她没入宫时都给皇帝写过信,旁人自然也能给他写信。
他回了她的信,回旁人的也是情理之中。
“都是以前的事,早过去了。谁说我难受的?我一点都不难受。”
“那,您就当这事没有过吗?”看着嘴硬的叶知愠,秋菊忍不住叹了口气。
叶知愠才不会,她若当真忍气吞声,便不是她了。
她非要闹皇帝一通,叫她好好哄哄自己,只是她要忍到他生辰那日。
叶知愠怕自己被气到,赌气的连画都不想给他作了。
只是她没料到皇帝白日还在忙,夜里他过来时,她已然睡了过去。
李怀安看着帝王日夜心神不宁,实在心疼,劝说道:“陛下,您说您想见娘娘,白日去便是,何苦要等到三更半夜?时日长了,龙体如何吃得消?况且娘娘若察觉出端倪,问起老奴来可如何是好?”
“你瞧她每日闭门不出,可察觉出丝毫?她眼里可还有朕?”赵缙撂下手中的折子,自嘲一笑。
若当真关怀在意,又岂会不闻不问。
他倒是想质问她一通,可又怕听到真相与答案。
由爱故生忧,由爱故生怖,佛祖诚不欺人也。
李怀安:“……”
他决定做好一个当奴才的本分,情情爱爱的,他还是少掺和的好。
“陛下,微臣宋子瑜求见。”
赵缙蹙眉,叫人进来。
宋子瑜红着眼,扑通一声跪在地上。
“韩国公之子韩崞,强霸民女,无法无天,更视律法如无物,还望陛下为臣,为天下万民做主。

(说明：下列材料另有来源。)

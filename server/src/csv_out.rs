//! CSV written for spreadsheets: the figures download (`GET .../figures` as `text/csv`) and
//! `loopbal what-if --format csv`. Every CSV the service or the CLI writes goes through
//! [`Table`], which knows each cell as text or number.
//!
//! A spreadsheet runs a cell that begins with `=`, `+`, `-` or `@` (or a tab, a carriage
//! return or a line feed, which some strip first; or the full-width forms of the four, which
//! some read alike) as a formula. Names are held to a safe set when a model is admitted
//! (reconcile::names), but text from elsewhere (a stored revision older than that rule, an
//! engine message, a setting) may still begin so. So a text cell that does is written with a
//! single quote before it, which spreadsheets show as text and do not run. Numbers are written
//! as numbers, never prefixed: a negative number is `-1.5`, as a spreadsheet should read it.

use std::borrow::Cow;

/// The characters that make a cell beginning with them a formula to some spreadsheet.
const FORMULA_STARTS: [char; 11] = [
    '=', '+', '-', '@', '\t', '\r', '\n', '\u{ff1d}', '\u{ff0b}', '\u{ff0d}', '\u{ff20}',
];

/// A text cell as written: with a leading `'` when it begins like a formula.
pub fn text_cell(text: &str) -> Cow<'_, str> {
    if text.starts_with(FORMULA_STARTS) {
        Cow::Owned(format!("'{text}"))
    } else {
        Cow::Borrowed(text)
    }
}

/// A number cell as written: Rust's shortest form that reads back as the same f64, so the CSV
/// and JSON answers agree number for number; empty for none.
pub fn number_cell(value: Option<f64>) -> String {
    value.map(|v| v.to_string()).unwrap_or_default()
}

/// One cell of a row.
#[derive(Debug, Clone, Copy)]
pub enum Cell<'a> {
    /// Names, tags, notes, reasons, times, words: neutralised by [`text_cell`].
    Text(&'a str),
    /// Written by [`number_cell`], as it is.
    Number(Option<f64>),
}

/// A CSV document being written: a header, then rows of cells.
pub struct Table {
    out: csv::Writer<Vec<u8>>,
}

impl Table {
    pub fn new(header: &[&str]) -> Result<Table, csv::Error> {
        let mut out = csv::Writer::from_writer(Vec::new());
        out.write_record(header.iter().map(|h| text_cell(h).into_owned()))?;
        Ok(Table { out })
    }

    pub fn row(&mut self, cells: &[Cell]) -> Result<(), csv::Error> {
        self.out.write_record(cells.iter().map(|c| match *c {
            Cell::Text(t) => text_cell(t).into_owned(),
            Cell::Number(v) => number_cell(v),
        }))
    }

    /// The document's bytes.
    pub fn finish(mut self) -> Result<Vec<u8>, csv::Error> {
        self.out.flush()?;
        self.out
            .into_inner()
            .map_err(|e| csv::Error::from(e.into_error()))
    }
}

#[cfg(test)]
mod tests {
    use super::*;

    #[test]
    fn text_that_begins_like_a_formula_is_kept_as_text() {
        for hostile in [
            "=1+2",
            "+x",
            "-x",
            "@SUM(A1)",
            "\t=1",
            "\r=1",
            "\n=1",
            "\u{ff1d}1+2",
        ] {
            assert_eq!(text_cell(hostile), format!("'{hostile}"), "{hostile:?}");
        }
        for plain in [
            "TH2-FI-601",
            "co-to-methanol",
            "purge_fraction",
            "",
            "a=b",
            "'x",
        ] {
            assert_eq!(text_cell(plain), plain);
        }
    }

    #[test]
    fn numbers_are_never_prefixed_and_rows_are_quoted_as_csv() {
        let mut t = Table::new(&["name", "value"]).unwrap();
        t.row(&[Cell::Text("-x, \"y\""), Cell::Number(Some(-1.5))])
            .unwrap();
        t.row(&[Cell::Text("=HYPERLINK(\"http://x\")"), Cell::Number(None)])
            .unwrap();
        t.row(&[Cell::Text("plain"), Cell::Number(Some(0.1 + 0.2))])
            .unwrap();
        let text = String::from_utf8(t.finish().unwrap()).unwrap();
        assert_eq!(
            text,
            "name,value\n\
             \"'-x, \"\"y\"\"\",-1.5\n\
             \"'=HYPERLINK(\"\"http://x\"\")\",\n\
             plain,0.30000000000000004\n"
        );
        // Read back, the cells are what was meant.
        let mut reader = csv::Reader::from_reader(text.as_bytes());
        let rows: Vec<csv::StringRecord> = reader.records().map(Result::unwrap).collect();
        assert_eq!(&rows[0][0], "'-x, \"y\"");
        assert_eq!(rows[0][1].parse::<f64>().unwrap(), -1.5);
    }
}
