//! The command line (FORMATS.md, "The binary"). Only the file commands exist so far; `serve`,
//! `demo` and `token` arrive with the HTTP service.

use std::path::PathBuf;

use chrono::{DateTime, Utc};
use clap::{Parser, Subcommand};

#[derive(Debug, Parser)]
#[command(
    name = "loopbal",
    version,
    about = "Data reconciliation of plant recycle loops",
    long_about = None
)]
pub struct Cli {
    #[command(subcommand)]
    pub command: Command,
}

#[derive(Debug, Subcommand)]
pub enum Command {
    /// Validate a model file (TOML, or JSON) and print what is wrong, or a summary of it.
    CheckModel {
        /// The model file; `.json` or text starting with `{` is read as JSON, else TOML.
        model: PathBuf,
    },
    /// Reconcile every period found in a readings file and print the reports as a JSON array.
    Reconcile {
        /// The model file (TOML or JSON).
        #[arg(long, value_name = "M")]
        model: PathBuf,
        /// The readings: CSV with a header `tag,time,value[,quality]`, or JSON
        /// `{"readings": [...]}` (chosen by the `.json` extension or the content).
        #[arg(long, value_name = "R")]
        readings: PathBuf,
        /// Only periods starting at or after this RFC 3339 time.
        #[arg(long, value_name = "TIME", value_parser = parse_time)]
        period_from: Option<DateTime<Utc>>,
        /// Only periods starting before this RFC 3339 time.
        #[arg(long, value_name = "TIME", value_parser = parse_time)]
        period_to: Option<DateTime<Utc>>,
    },
}

fn parse_time(text: &str) -> Result<DateTime<Utc>, String> {
    DateTime::parse_from_rfc3339(text)
        .map(|t| t.with_timezone(&Utc))
        .map_err(|e| format!("not an RFC 3339 time such as 2026-03-02T05:00:00Z ({e})"))
}
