#[cfg(test)]
mod tests {
    //! Batches longer than one statement: chunk edges must not change what a batch does. On
    //! both backends, as in store/tests.rs.

    use chrono::TimeZone;
    use reconcile::period::period_start;

    use super::super::tests::Scratch;
    use super::*;

    #[tokio::test]
    async fn long_batches_on_sqlite() {
        long_batches_count_and_mark_as_one_statement_per_reading_would(Scratch::sqlite().await)
            .await
    }

    #[tokio::test]
    #[cfg_attr(
        not(loopbal_postgres_tests),
        ignore = "set LOOPBAL_TEST_POSTGRES_URL to run it on PostgreSQL"
    )]
    async fn long_batches_on_postgres() {
        long_batches_count_and_mark_as_one_statement_per_reading_would(Scratch::postgres().await)
            .await
    }

    #[tokio::test]
    async fn periods_before_1970_on_sqlite() {
        periods_are_marked_as_the_engine_floors_them_before_1970_too(Scratch::sqlite().await).await
    }

    #[tokio::test]
    #[cfg_attr(
        not(loopbal_postgres_tests),
        ignore = "set LOOPBAL_TEST_POSTGRES_URL to run it on PostgreSQL"
    )]
    async fn periods_before_1970_on_postgres() {
        periods_are_marked_as_the_engine_floors_them_before_1970_too(Scratch::postgres().await)
            .await
    }

    fn hourly(n: usize, tags: &[&str]) -> Vec<Reading> {
        let start = Utc.with_ymd_and_hms(2026, 3, 1, 0, 0, 0).unwrap();
        (0..n)
            .map(|i| Reading {
                tag: tags[i % tags.len()].to_string(),
                time: start + chrono::Duration::hours((i / tags.len()) as i64),
                value: 10.0 + i as f64 / 8.0,
                quality: Quality::Good,
            })
            .collect()
    }

    async fn long_batches_count_and_mark_as_one_statement_per_reading_would(db: Scratch) {
        let store = &db.store;
        let plant = store.create_plant("west").await.unwrap();
        let ranges = BTreeMap::from([("FT-1".to_string(), [0.0, 100.0])]);
        let n = 2 * READINGS_PER_STATEMENT + 203;
        let batch = hourly(n, &["FT-1", "FT-2"]);
        let periods = n.div_ceil(2);
        assert!(periods > MARKS_PER_STATEMENT);

        let counts = store
            .ingest_readings(&plant, &batch, 3600, &outside(&ranges))
            .await
            .unwrap();
        assert_eq!(
            (counts.accepted, counts.replaced, counts.unchanged),
            (n, 0, 0)
        );
        let dirty = store.dirty_periods(&plant).await.unwrap();
        assert_eq!(dirty.len(), periods);
        for (start, marked) in &dirty {
            assert!(store.clear_dirty(&plant, *start, *marked).await.unwrap());
        }
        let stored = store
            .readings_in(
                &plant,
                batch[0].time,
                batch[n - 1].time + chrono::Duration::hours(1),
            )
            .await
            .unwrap();
        assert_eq!(stored.len(), n);
        // FT-1 from 100 on is outside its range [0, 100]; FT-2 has none.
        let flagged = stored.iter().filter(|s| s.out_of_range).count();
        let expected = batch
            .iter()
            .filter(|r| r.tag == "FT-1" && r.value > 100.0)
            .count();
        assert!(expected > 0);
        assert_eq!(flagged, expected);

        // Changes on both sides of each chunk edge, one quality change, the rest resent.
        let mut again = batch.clone();
        let edges = [0, READINGS_PER_STATEMENT - 1, READINGS_PER_STATEMENT, n - 1];
        for &i in &edges {
            again[i].value += 1.0;
        }
        again[7].quality = Quality::Uncertain;
        let counts = store
            .ingest_readings(&plant, &again, 3600, &outside(&ranges))
            .await
            .unwrap();
        assert_eq!(
            (counts.accepted, counts.replaced, counts.unchanged),
            (0, 5, n - 5)
        );
        let marked: Vec<_> = store
            .dirty_periods(&plant)
            .await
            .unwrap()
            .into_iter()
            .map(|d| d.0)
            .collect();
        let mut want: Vec<_> = edges.iter().chain([&7]).map(|&i| batch[i].time).collect();
        want.sort();
        want.dedup();
        assert_eq!(marked, want);

        // Repeats of one (tag, instant) within a batch, in different statements, act in
        // order: the first new, an identical repeat unchanged, a different one replaced.
        let mut repeats = hourly(3, &["FT-3"]);
        for r in &mut repeats {
            r.time += chrono::Duration::days(365);
        }
        let mut batch = hourly(READINGS_PER_STATEMENT + 10, &["FT-4"]);
        batch[3] = repeats[0].clone();
        batch[READINGS_PER_STATEMENT + 1] = repeats[0].clone();
        batch[READINGS_PER_STATEMENT + 2] = Reading {
            value: repeats[0].value + 1.0,
            ..repeats[0].clone()
        };
        let counts = store
            .ingest_readings(&plant, &batch, 3600, &outside(&ranges))
            .await
            .unwrap();
        let m = batch.len();
        assert_eq!(
            (counts.accepted, counts.replaced, counts.unchanged),
            (m - 2, 1, 1)
        );
    }

    async fn periods_are_marked_as_the_engine_floors_them_before_1970_too(db: Scratch) {
        let store = &db.store;
        let plant = store.create_plant("west").await.unwrap();
        let times = [
            "1969-12-31T23:59:59.999Z",
            "1969-12-31T22:15:00Z",
            "1970-01-01T00:00:00Z",
            "1970-01-01T00:14:59.999Z",
            "2026-03-02T05:37:12.250Z",
        ];
        let batch: Vec<Reading> = times
            .iter()
            .map(|s| Reading {
                tag: "FT-1".into(),
                time: DateTime::parse_from_rfc3339(s).unwrap().with_timezone(&Utc),
                value: 1.0,
                quality: Quality::Good,
            })
            .collect();
        for period in [900, 3600, 7 * 86_400] {
            let mut batch = batch.clone();
            for r in &mut batch {
                r.value += period as f64;
            }
            store
                .ingest_readings(&plant, &batch, period, &|_: &Reading| false)
                .await
                .unwrap();
            let mut want: Vec<_> = batch.iter().map(|r| period_start(r.time, period)).collect();
            want.sort();
            want.dedup();
            let marked: Vec<_> = store
                .dirty_periods(&plant)
                .await
                .unwrap()
                .into_iter()
                .map(|d| d.0)
                .collect();
            assert_eq!(marked, want, "period {period} s");
            for (start, at) in store.dirty_periods(&plant).await.unwrap() {
                store.clear_dirty(&plant, start, at).await.unwrap();
            }
        }
    }
}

”
寡嫂今日出街,却不料被那恶霸韩崞强抢,带入府中。丫鬟急匆匆回来禀他,宋子瑜第一反应便是闯入韩家。
他如今好歹是官身,寡嫂成为他的未婚妻,还是皇帝亲赐,那韩崞知晓寡嫂身份后,岂还敢继续放肆?
怕是韩国公都要派人将寡嫂好端端送回来。
只宋子瑜转头一想,韩国公为了亲儿子的名声着想,他能否踏进韩家的门都尚未可知。
他孤身一人,又岂有应对之力?
“韩崞他愈发放肆。”赵缙面色阴沉,当即遣禁军副统领林带兵前去韩府搜查捉拿。
并叫李怀安陪同宋子瑜一同前去。
韩府家兵见了禁军,再不敢拦阻。
当韩国公夫妇得了信赶来时,禁军已经雷厉风行将韩府搜查了个遍。
索性韩崞那畜牲尚未得逞,宋子瑜将瑟瑟发抖哭泣不止的寡嫂抱在怀里,恨得牙痒痒。
禁军一同在韩崞卧房的地窖里,搜出了四五十具女尸,个个惨不忍睹,触目惊心,瞧着是不肯从他,而被他先女干后杀的良家女子。